Give every entry again precisely as it appears.

════════════════════

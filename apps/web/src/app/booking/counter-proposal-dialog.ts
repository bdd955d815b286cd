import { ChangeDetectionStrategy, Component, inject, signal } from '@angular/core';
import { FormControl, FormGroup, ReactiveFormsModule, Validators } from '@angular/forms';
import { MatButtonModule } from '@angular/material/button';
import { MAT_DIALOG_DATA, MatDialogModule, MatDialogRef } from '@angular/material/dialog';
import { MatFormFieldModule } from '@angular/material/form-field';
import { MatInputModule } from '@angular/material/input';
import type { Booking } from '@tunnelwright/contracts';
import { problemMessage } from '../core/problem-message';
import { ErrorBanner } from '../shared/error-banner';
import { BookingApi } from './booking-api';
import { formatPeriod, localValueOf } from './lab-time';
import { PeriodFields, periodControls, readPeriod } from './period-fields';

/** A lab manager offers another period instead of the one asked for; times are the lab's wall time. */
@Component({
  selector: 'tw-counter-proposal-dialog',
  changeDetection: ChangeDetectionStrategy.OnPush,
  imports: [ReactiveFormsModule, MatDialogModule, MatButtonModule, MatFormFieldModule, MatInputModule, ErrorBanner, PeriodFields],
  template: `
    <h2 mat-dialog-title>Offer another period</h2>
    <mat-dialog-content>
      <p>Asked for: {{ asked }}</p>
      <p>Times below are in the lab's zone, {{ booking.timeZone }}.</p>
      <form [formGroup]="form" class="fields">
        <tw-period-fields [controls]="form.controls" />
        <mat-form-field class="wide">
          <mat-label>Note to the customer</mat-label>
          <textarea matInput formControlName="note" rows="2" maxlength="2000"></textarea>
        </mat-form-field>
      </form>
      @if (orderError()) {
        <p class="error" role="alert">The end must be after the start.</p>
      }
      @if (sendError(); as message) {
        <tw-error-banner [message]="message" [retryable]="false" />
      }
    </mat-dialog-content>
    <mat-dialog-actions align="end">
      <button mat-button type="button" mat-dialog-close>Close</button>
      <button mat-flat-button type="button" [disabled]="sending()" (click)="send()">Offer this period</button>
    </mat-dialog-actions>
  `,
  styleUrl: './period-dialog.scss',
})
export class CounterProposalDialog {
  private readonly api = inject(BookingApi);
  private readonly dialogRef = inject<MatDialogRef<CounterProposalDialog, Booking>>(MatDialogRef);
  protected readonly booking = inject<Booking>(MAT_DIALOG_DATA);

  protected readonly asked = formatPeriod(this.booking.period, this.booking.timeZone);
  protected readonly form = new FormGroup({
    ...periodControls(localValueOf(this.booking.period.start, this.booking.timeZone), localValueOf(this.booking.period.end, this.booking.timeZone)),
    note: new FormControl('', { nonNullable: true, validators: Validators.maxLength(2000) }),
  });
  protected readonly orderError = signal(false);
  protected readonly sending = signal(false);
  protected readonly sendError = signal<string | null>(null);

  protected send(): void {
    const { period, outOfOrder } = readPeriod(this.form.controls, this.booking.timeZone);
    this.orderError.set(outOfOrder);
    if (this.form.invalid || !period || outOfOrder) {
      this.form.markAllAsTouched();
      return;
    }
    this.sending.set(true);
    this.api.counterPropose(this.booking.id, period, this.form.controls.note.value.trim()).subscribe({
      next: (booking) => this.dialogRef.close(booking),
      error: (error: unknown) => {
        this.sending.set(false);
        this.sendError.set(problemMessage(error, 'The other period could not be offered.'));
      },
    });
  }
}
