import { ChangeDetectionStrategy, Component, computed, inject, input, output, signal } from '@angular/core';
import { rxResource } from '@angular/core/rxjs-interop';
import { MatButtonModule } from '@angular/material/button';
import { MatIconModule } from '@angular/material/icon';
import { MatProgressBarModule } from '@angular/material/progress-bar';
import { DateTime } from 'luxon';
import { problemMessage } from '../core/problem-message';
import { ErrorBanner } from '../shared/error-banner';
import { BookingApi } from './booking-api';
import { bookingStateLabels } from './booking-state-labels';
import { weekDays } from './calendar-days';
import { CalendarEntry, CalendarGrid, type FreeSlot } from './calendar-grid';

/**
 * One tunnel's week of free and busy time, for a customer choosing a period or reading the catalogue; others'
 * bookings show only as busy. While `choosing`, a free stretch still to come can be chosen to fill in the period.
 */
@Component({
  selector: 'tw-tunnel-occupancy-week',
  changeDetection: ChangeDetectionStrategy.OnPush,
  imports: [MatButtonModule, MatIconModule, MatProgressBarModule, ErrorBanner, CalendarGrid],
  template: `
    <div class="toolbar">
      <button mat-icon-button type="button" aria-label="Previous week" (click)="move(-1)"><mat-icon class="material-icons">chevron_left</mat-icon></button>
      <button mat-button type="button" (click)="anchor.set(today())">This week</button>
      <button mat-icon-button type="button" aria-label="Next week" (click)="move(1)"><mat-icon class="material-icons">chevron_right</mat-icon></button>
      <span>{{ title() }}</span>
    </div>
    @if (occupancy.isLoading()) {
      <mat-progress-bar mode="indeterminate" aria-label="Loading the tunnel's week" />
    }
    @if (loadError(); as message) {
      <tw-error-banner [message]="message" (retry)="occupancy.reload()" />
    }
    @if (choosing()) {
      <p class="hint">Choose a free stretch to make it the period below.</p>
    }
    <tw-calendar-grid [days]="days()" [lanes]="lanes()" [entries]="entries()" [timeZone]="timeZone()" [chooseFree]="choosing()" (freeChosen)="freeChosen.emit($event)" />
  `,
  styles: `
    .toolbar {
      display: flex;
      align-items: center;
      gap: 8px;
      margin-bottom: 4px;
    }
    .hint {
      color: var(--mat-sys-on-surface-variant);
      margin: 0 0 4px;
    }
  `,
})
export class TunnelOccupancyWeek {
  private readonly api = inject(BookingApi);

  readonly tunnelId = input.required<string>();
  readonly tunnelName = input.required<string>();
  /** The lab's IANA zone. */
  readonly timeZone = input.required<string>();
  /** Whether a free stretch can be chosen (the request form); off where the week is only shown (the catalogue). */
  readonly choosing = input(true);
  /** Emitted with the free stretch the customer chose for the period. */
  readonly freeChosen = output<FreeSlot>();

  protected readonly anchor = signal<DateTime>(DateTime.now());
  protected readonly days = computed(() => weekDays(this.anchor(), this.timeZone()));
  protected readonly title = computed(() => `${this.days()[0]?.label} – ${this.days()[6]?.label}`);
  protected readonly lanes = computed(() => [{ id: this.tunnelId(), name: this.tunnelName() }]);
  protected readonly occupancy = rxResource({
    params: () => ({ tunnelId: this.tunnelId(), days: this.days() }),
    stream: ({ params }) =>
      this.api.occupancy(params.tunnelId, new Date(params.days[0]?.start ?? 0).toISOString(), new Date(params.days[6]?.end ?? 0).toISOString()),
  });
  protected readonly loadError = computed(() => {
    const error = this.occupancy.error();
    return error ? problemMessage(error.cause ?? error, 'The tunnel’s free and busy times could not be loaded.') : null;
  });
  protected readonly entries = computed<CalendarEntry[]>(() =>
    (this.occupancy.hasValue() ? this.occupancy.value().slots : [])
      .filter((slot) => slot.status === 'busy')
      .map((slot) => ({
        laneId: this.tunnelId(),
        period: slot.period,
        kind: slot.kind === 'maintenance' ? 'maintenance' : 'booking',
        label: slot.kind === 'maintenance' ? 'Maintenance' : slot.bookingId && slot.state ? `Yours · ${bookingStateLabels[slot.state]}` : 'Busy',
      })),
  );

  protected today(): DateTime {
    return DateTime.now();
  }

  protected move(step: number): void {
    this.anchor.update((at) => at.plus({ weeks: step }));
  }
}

════════════════════

RESPONSE TO THIS EXERCISE:
filename apps/web/src/app/booking/counter-proposal-dialog.ts
repository bdd955d815b286cd
import { ChangeDetectionStrategy, Component, inject, signal } from '@angular/core';
import { FormControl, FormGroup, ReactiveFormsModule, Validators } from '@angular/forms';
import { MatButtonModule } from '@angular/material/button';
import { MAT_DIALOG_DATA, MatDialogModule, MatDialogRef } from '@angular/material/dialog';
import { MatFormFieldModule } from '@angular/material/form-field';
import { MatInputModule } from '@angular/material/input';
import type { Booking } from '@tunnelwright/contracts';
import { problemMessage } from '../core/problem-message';
import { ErrorBanner } from '../shared/error-banner';
import { BookingApi } from './booking-api';
import { formatPeriod, localValueOf } from './lab-time';
import { PeriodFields, periodControls, readPeriod } from './period-fields';

/** A lab manager offers another period instead of the one asked for; times are the lab's wall time. */
@Component({
  selector: 'tw-counter-proposal-dialog',
  changeDetection: ChangeDetectionStrategy.OnPush,
  imports: [ReactiveFormsModule, MatDialogModule, MatButtonModule, MatFormFieldModule, MatInputModule, ErrorBanner, PeriodFields],
  template: `
    <h2 mat-dialog-title>Offer another period</h2>
    <mat-dialog-content>
      <p>Asked for: {{ asked }}</p>
      <p>Times below are in the lab's zone, {{ booking.timeZone }}.</p>
      <form [formGroup]="form" class="fields">
        <tw-period-fields [controls]="form.controls" />
        <mat-form-field class="wide">
          <mat-label>Note to the customer</mat-label>
          <textarea matInput formControlName="note" rows="2" maxlength="2000"></textarea>
        </mat-form-field>
      </form>
      @if (orderError()) {
        <p class="error" role="alert">The end must be after the start.</p>
      }
      @if (sendError(); as message) {
        <tw-error-banner [message]="message" [retryable]="false" />
      }
    </mat-dialog-content>
    <mat-dialog-actions align="end">
      <button mat-button type="button" mat-dialog-close>Close</button>
      <button mat-flat-button type="button" [disabled]="sending()" (click)="send()">Offer this period</button>
    </mat-dialog-actions>
  `,
  styleUrl: './period-dialog.scss',
})
export class CounterProposalDialog {
  private readonly api = inject(BookingApi);
  private readonly dialogRef = inject<MatDialogRef<CounterProposalDialog, Booking>>(MatDialogRef);
  protected readonly booking = inject<Booking>(MAT_DIALOG_DATA);

  protected readonly asked = formatPeriod(this.booking.period, this.booking.timeZone);
  protected readonly form = new FormGroup({
    ...periodControls(localValueOf(this.booking.period.start, this.booking.timeZone), localValueOf(this.booking.period.end, this.booking.timeZone)),
    note: new FormControl('', { nonNullable: true, validators: Validators.maxLength(2000) }),
  });
  protected readonly orderError = signal(false);
  protected readonly sending = signal(false);
  protected readonly sendError = signal<string | null>(null);

  protected send(): void {
    const { period, outOfOrder } = readPeriod(this.form.controls, this.booking.timeZone);
    this.orderError.set(outOfOrder);
    if (this.form.invalid || !period || outOfOrder) {
      this.form.markAllAsTouched();
      return;
    }
    this.sending.set(true);
    this.api.counterPropose(this.booking.id, period, this.form.controls.note.value.trim()).subscribe({
      next: (booking) => this.dialogRef.close(booking),
      error: (error: unknown) => {
        this.sending.set(false);
        this.sendError.set(problemMessage(error, 'The other period could not be offered.'));
      },
    });
  }
}
import { ChangeDetectionStrategy, Component, computed, inject, input, output, signal } from '@angular/core';
import { rxResource } from '@angular/core/rxjs-interop';
import { MatButtonModule } from '@angular/material/button';
import { MatIconModule } from '@angular/material/icon';
import { MatProgressBarModule } from '@angular/material/progress-bar';
import { DateTime } from 'luxon';
import { problemMessage } from '../core/problem-message';
import { ErrorBanner } from '../shared/error-banner';
import { BookingApi } from './booking-api';
import { bookingStateLabels } from './booking-state-labels';
import { weekDays } from './calendar-days';
import { CalendarEntry, CalendarGrid, type FreeSlot } from './calendar-grid';

/**
 * One tunnel's week of free and busy time, for a customer choosing a period or reading the catalogue; others'
 * bookings show only as busy. While `choosing`, a free stretch still to come can be chosen to fill in the period.
 */
@Component({
  selector: 'tw-tunnel-occupancy-week',
  changeDetection: ChangeDetectionStrategy.OnPush,
  imports: [MatButtonModule, MatIconModule, MatProgressBarModule, ErrorBanner, CalendarGrid],
  template: `
    <div class="toolbar">
      <button mat-icon-button type="button" aria-label="Previous week" (click)="move(-1)"><mat-icon class="material-icons">chevron_left</mat-icon></button>
      <button mat-button type="button" (click)="anchor.set(today())">This week</button>
      <button mat-icon-button type="button" aria-label="Next week" (click)="move(1)"><mat-icon class="material-icons">chevron_right</mat-icon></button>
      <span>{{ title() }}</span>
    </div>
    @if (occupancy.isLoading()) {
      <mat-progress-bar mode="indeterminate" aria-label="Loading the tunnel's week" />
    }
    @if (loadError(); as message) {
      <tw-error-banner [message]="message" (retry)="occupancy.reload()" />
    }
    @if (choosing()) {
      <p class="hint">Choose a free stretch to make it the period below.</p>
    }
    <tw-calendar-grid [days]="days()" [lanes]="lanes()" [entries]="entries()" [timeZone]="timeZone()" [chooseFree]="choosing()" (freeChosen)="freeChosen.emit($event)" />
  `,
  styles: `
    .toolbar {
      display: flex;
      align-items: center;
      gap: 8px;
      margin-bottom: 4px;
    }
    .hint {
      color: var(--mat-sys-on-surface-variant);
      margin: 0 0 4px;
    }
  `,
})
export class TunnelOccupancyWeek {
  private readonly api = inject(BookingApi);

  readonly tunnelId = input.required<string>();
  readonly tunnelName = input.required<string>();
  /** The lab's IANA zone. */
  readonly timeZone = input.required<string>();
  /** Whether a free stretch can be chosen (the request form); off where the week is only shown (the catalogue). */
  readonly choosing = input(true);
  /** Emitted with the free stretch the customer chose for the period. */
  readonly freeChosen = output<FreeSlot>();

  protected readonly anchor = signal<DateTime>(DateTime.now());
  protected readonly days = computed(() => weekDays(this.anchor(), this.timeZone()));
  protected readonly title = computed(() => `${this.days()[0]?.label} – ${this.days()[6]?.label}`);
  protected readonly lanes = computed(() => [{ id: this.tunnelId(), name: this.tunnelName() }]);
  protected readonly occupancy = rxResource({
    params: () => ({ tunnelId: this.tunnelId(), days: this.days() }),
    stream: ({ params }) =>
      this.api.occupancy(params.tunnelId, new Date(params.days[0]?.start ?? 0).toISOString(), new Date(params.days[6]?.end ?? 0).toISOString()),
  });
  protected readonly loadError = computed(() => {
    const error = this.occupancy.error();
    return error ? problemMessage(error.cause ?? error, 'The tunnel’s free and busy times could not be loaded.') : null;
  });
  protected readonly entries = computed<CalendarEntry[]>(() =>
    (this.occupancy.hasValue() ? this.occupancy.value().slots : [])
      .filter((slot) => slot.status === 'busy')
      .map((slot) => ({
        laneId: this.tunnelId(),
        period: slot.period,
        kind: slot.kind === 'maintenance' ? 'maintenance' : 'booking',
        label: slot.kind === 'maintenance' ? 'Maintenance' : slot.bookingId && slot.state ? `Yours · ${bookingStateLabels[slot.state]}` : 'Busy',
      })),
  );

  protected today(): DateTime {
    return DateTime.now();
  }

  protected move(step: number): void {
    this.anchor.update((at) => at.plus({ weeks: step }));
  }
}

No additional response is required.